Okay Pala, lid van deze partij, kwam ook aan het woord en sprak en zeide dat zijn buren hem wel eens scheef zouden kunnen aankijken omdat hij een baard droeg en zijn vrouw een hijab, want waren deze kenmerken wel als ‘radicaal’ te bestempelen? Nu, dacht ik, nu komt eindelijk de opmerking van de interviewer die iets van een bepaalde opwekkende prikkeling aan deze televisionele slaappil zou kunnen geven, namelijk: “Kijkt u dan een homoseksueel ook niet scheef aan, omdat u homoseksualiteit zegt niet te willen accepteren?”
Niks van dat. Je kon bijna horen dat de interviewer zelfvoldaan achter zijn microfoon knikte.
Uiterlijkheden, uiterlijkheden – maar het probleem met de islam zijn niet de uiterlijkheden, het gaat om de mentaliteit en een ware journalist en zichzelf respecterend nieuwsitem zou een pincet moeten gebruiken om onder de hersenpan te wroeten en niet veredelde modereporters erop uit sturen om te tonen hoe ‘gewoon’ ‘gewone’ moslims zijn.

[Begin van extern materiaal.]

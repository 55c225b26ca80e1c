//! Blackout schedule renderers: CSV, JSON, RFC 5545 ICS, and the terminal
//! view. Times are shown in the zone the user names, with its UTC offset.

use crate::report::summary::{CAUTION, ToolInfo};
use crate::report::types::Blackout;
use crate::report::types::{Zone, format_offset, format_utc};
use serde::Serialize;
use std::fmt::Write;

fn local(z: &Zone, ms: i64) -> String {
    z.to_local(ms).format("%Y-%m-%d %H:%M:%S").to_string()
}

fn titles(b: &Blackout) -> String {
    b.releases
        .iter()
        .map(|r| format!("{} {} ({})", r.currency, r.title, r.tier))
        .collect::<Vec<_>>()
        .join("; ")
}

pub const CSV_COLUMNS: &[&str] = &[
    "instrument",
    "start_local",
    "end_local",
    "start_offset",
    "end_offset",
    "start_utc",
    "end_utc",
    "minutes",
    "releases",
    "release_ids",
    "uid",
];

pub fn csv(windows: &[Blackout], z: &Zone) -> Vec<u8> {
    use super::files::csv_field;
    let mut s = CSV_COLUMNS.join(",");
    s.push('\n');
    for b in windows {
        let _ = writeln!(
            s,
            "{},{},{},{},{},{},{},{},{},{},{}",
            csv_field(&b.instrument),
            local(z, b.start),
            local(z, b.end),
            format_offset(z.offset_at(b.start)),
            format_offset(z.offset_at(b.end)),
            format_utc(b.start),
            format_utc(b.end),
            (b.end - b.start) / 60_000,
            csv_field(&titles(b)),
            csv_field(
                &b.releases
                    .iter()
                    .map(|r| r.id.as_str())
                    .collect::<Vec<_>>()
                    .join(";")
            ),
            csv_field(&b.uid()),
        );
    }
    s.into_bytes()
}

#[derive(Serialize)]
struct JsonWindow<'a> {
    uid: String,
    instrument: &'a str,
    start_utc: String,
    end_utc: String,
    start_local: String,
    end_local: String,
    start_offset: String,
    end_offset: String,
    releases: Vec<JsonRelease<'a>>,
}

#[derive(Serialize)]
struct JsonRelease<'a> {
    id: &'a str,
    title: &'a str,
    currency: &'a str,
    tier: &'a str,
    released_at: String,
}

#[derive(Serialize)]
struct JsonSchedule<'a> {
    tool: ToolInfo,
    zone: String,
    windows: Vec<JsonWindow<'a>>,
    caution: &'static str,
}

pub fn json(windows: &[Blackout], z: &Zone) -> String {
    let doc = JsonSchedule {
        tool: ToolInfo::current(),
        zone: z.to_string(),
        windows: windows
            .iter()
            .map(|b| JsonWindow {
                uid: b.uid(),
                instrument: &b.instrument,
                start_utc: format_utc(b.start),
                end_utc: format_utc(b.end),
                start_local: z.format(b.start),
                end_local: z.format(b.end),
                start_offset: format_offset(z.offset_at(b.start)),
                end_offset: format_offset(z.offset_at(b.end)),
                releases: b
                    .releases
                    .iter()
                    .map(|r| JsonRelease {
                        id: &r.id,
                        title: &r.title,
                        currency: &r.currency,
                        tier: r.tier,
                        released_at: format_utc(r.at),
                    })
                    .collect(),
            })
            .collect(),
        caution: CAUTION,
    };
    serde_json::to_string_pretty(&doc).expect("plain data serialises")
}

/// RFC 5545 §3.3.11 TEXT escaping.
fn escape(s: &str) -> String {
    s.replace('\\', "\\\\")
        .replace(';', "\\;")
        .replace(',', "\\,")
        .replace('\n', "\\n")
}

/// Folds a content line at 75 octets (RFC 5545 §3.1), never inside a UTF-8
/// sequence, and ends it with CRLF.
fn fold(line: &str, out: &mut String) {
    let mut used = 0;
    for ch in line.chars() {
        let n = ch.len_utf8();
        if used + n > 75 {
            out.push_str("\r\n ");
            used = 1;
        }
        out.push(ch);
        used += n;
    }
    out.push_str("\r\n");
}

fn ics_utc(ms: i64) -> String {
    crate::report::types::ms_to_naive(ms)
        .format("%Y%m%dT%H%M%SZ")
        .to_string()
}

/// One VEVENT per merged window, DTSTART/DTEND in UTC, stable UIDs.
pub fn ics(windows: &[Blackout], dtstamp_ms: i64) -> Vec<u8> {
    let mut s = String::new();
    for l in [
        "BEGIN:VCALENDAR",
        "VERSION:2.0",
        "PRODID:-//eventfence//blackout schedule//EN",
        "CALSCALE:GREGORIAN",
        "METHOD:PUBLISH",
    ] {
        fold(l, &mut s);
    }
    for b in windows {
        fold("BEGIN:VEVENT", &mut s);
        fold(&format!("UID:{}", b.uid()), &mut s);
        fold(&format!("DTSTAMP:{}", ics_utc(dtstamp_ms)), &mut s);
        fold(&format!("DTSTART:{}", ics_utc(b.start)), &mut s);
        fold(&format!("DTEND:{}", ics_utc(b.end)), &mut s);
        fold(
            &format!(
                "SUMMARY:{}",
                escape(&format!(
                    "{} blackout: {}",
                    b.instrument,
                    b.releases
                        .iter()
                        .map(|r| r.title.as_str())
                        .collect::<Vec<_>>()
                        .join(" + ")
                ))
            ),
            &mut s,
        );
        fold(
            &format!(
                "DESCRIPTION:{}",
                escape(&format!("{}\n{}", titles(b), CAUTION))
            ),
            &mut s,
        );
        fold("TRANSP:TRANSPARENT", &mut s);
        fold(&format!("CATEGORIES:{}", escape(&b.instrument)), &mut s);
        fold("END:VEVENT", &mut s);
    }
    fold("END:VCALENDAR", &mut s);
    s.into_bytes()
}

/// Terminal view of the coming windows.
pub fn table(windows: &[Blackout], z: &Zone) -> String {
    let mut t = super::table::new_table(&["instrument", "from", "to", "offset", "releases"]);
    for b in windows {
        t.add_row(vec![
            comfy_table::Cell::new(&b.instrument),
            comfy_table::Cell::new(z.to_local(b.start).format("%a %Y-%m-%d %H:%M").to_string()),
            // A window that ends on a later local day shows that day.
            comfy_table::Cell::new({
                let (start, end) = (z.to_local(b.start), z.to_local(b.end));
                if end.date() == start.date() {
                    end.format("%H:%M").to_string()
                } else {
                    end.format("%a %Y-%m-%d %H:%M").to_string()
                }
            }),
            comfy_table::Cell::new(format_offset(z.offset_at(b.start))),
            comfy_table::Cell::new(titles(b)),
        ]);
    }
    format!(
        "Blackout windows in {z} ({} windows)\n{t}\n{}\n",
        windows.len(),
        super::table::wrap(CAUTION, 78)
    )
}
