/// A right-aligned cell.
pub fn num(s: impl ToString) -> Cell {
    Cell::new(s.to_string()).set_alignment(CellAlignment::Right)
}

pub fn check(r: &CheckReport) -> String {
    let mut out = String::new();
    if let Some(t) = &r.trades {
        let i = &t.import;
        let _ = writeln!(out, "Trades: {} file(s)", i.files.len());
        let _ = writeln!(
            out,
            "  rows read {}, imported {}, rejected {}",
            i.rows_read, i.rows_imported, i.log.rows_rejected
        );
        let _ = writeln!(out, "  P/L per trade = {}", i.pnl_formed_as);
        if let (Some(u), Some(z)) = (&t.span_utc, &t.span_input_zone) {
            let _ = writeln!(out, "  span (UTC)        {} → {}", u[0], u[1]);
            if t.input_zone.to_string() != "UTC" {
                let _ = writeln!(out, "  span ({})  {} → {}", t.input_zone, z[0], z[1]);
            }
        }
        if t.runs > 0 {
            let _ = writeln!(out, "  parameter sets (runs): {}", t.runs);
        }
        for c in &i.time_columns {
            let file = if i.files.len() > 1 {
                format!("{}: ", c.file)
            } else {
                String::new()
            };
            let _ = writeln!(
                out,
                "  {file}{} from '{}': {}",
                c.field, c.column, c.read_as
            );
        }
        let mut tab = new_table(&["instrument", "trades", "currencies", "from"]);
        for l in &t.instruments {
            let c = &l.currencies;
            tab.add_row(vec![
                Cell::new(&c.instrument),
                num(l.trades),
                Cell::new(if c.currencies.is_empty() {
                    "—".to_string()
                } else {
                    c.currencies.join(" ")
                }),
                Cell::new(format!("{:?}", c.source).to_lowercase()),
            ]);
        }
        let _ = writeln!(out, "{tab}");
        rejections(
            &mut out,
            &i.log.rejected_by_reason,
            i.log
                .rejections
                .iter()
                .map(|r| format!("{} row {}: {}: {}", r.file, r.row, r.field, r.message)),
        );
    }
    if let Some(c) = &r.calendar {
        let i = &c.import;
        let _ = writeln!(out, "\nCalendar: {} file(s)", i.files.len());
        let _ = writeln!(
            out,
            "  rows/events read {}, releases {} ({} from recurrence), duplicates merged {}, rejected {}",
            i.rows_read,
            i.releases,
            i.recurrences_expanded,
            i.duplicates_merged,
            i.log.rows_rejected
        );
        if let Some(s) = &c.span_utc {
            let _ = writeln!(out, "  span (UTC)  {} → {}", s[0], s[1]);
        }
        if i.occurrences_moved + i.occurrences_cancelled > 0 {
            let _ = writeln!(
                out,
                "  instances: {} occurrence(s) moved, {} cancelled (RECURRENCE-ID)",
                i.occurrences_moved, i.occurrences_cancelled
            );
        }
        if i.components_skipped > 0 {
            let _ = writeln!(
                out,
                "  {} component(s) not used (to-dos, journals, alarms…) passed over",
                i.components_skipped
            );
        }
        for n in &i.notes {
            let _ = writeln!(out, "  note: {n}");
        }
        let mut tab = new_table(&["currency", "high", "medium", "low", "total"]);
        for (cur, tiers) in &c.releases_by_currency {
            let g = |t| tiers.get(&t).copied().unwrap_or(0);
            tab.add_row(vec![
                Cell::new(cur),
                num(g(Tier::High)),
                num(g(Tier::Medium)),
                num(g(Tier::Low)),
                num(tiers.values().sum::<usize>()),
            ]);
        }
        let _ = writeln!(out, "{tab}");
        if c.all_day_releases > 0 {
            let _ = writeln!(
                out,
                "  {} all-day release(s): ignored by analyses unless --all-day is given",
                c.all_day_releases
            );
        }
        rejections(
            &mut out,
            &i.log.rejected_by_reason,
            i.log
                .rejections
                .iter()
                .map(|r| format!("{} row {}: {}: {}", r.file, r.row, r.field, r.message)),
        );
    }
    for p in &r.problems {
        let _ = writeln!(out, "\nProblem: {p}");
    }
    let _ = writeln!(out, "\n{}", r.caution);
    out
}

Emblematisch voor de hele uitzending was Jan Eikelboom die gezellig op een tapijt gezeten aan het keuvelen was met de moslima’s die achterin de moskee, achter kamerschermen (de mannen bevinden zich vanzelfsprekend voorin): het toonbeeld van de eunuch in een harem. De zwarte castraat is een blanke journalist geworden en dat tapijt, al dan niet vliegend, is verder gekomen dan vijftig jaar islam in Nederland, laat staan de islam van de afgelopen eeuwen.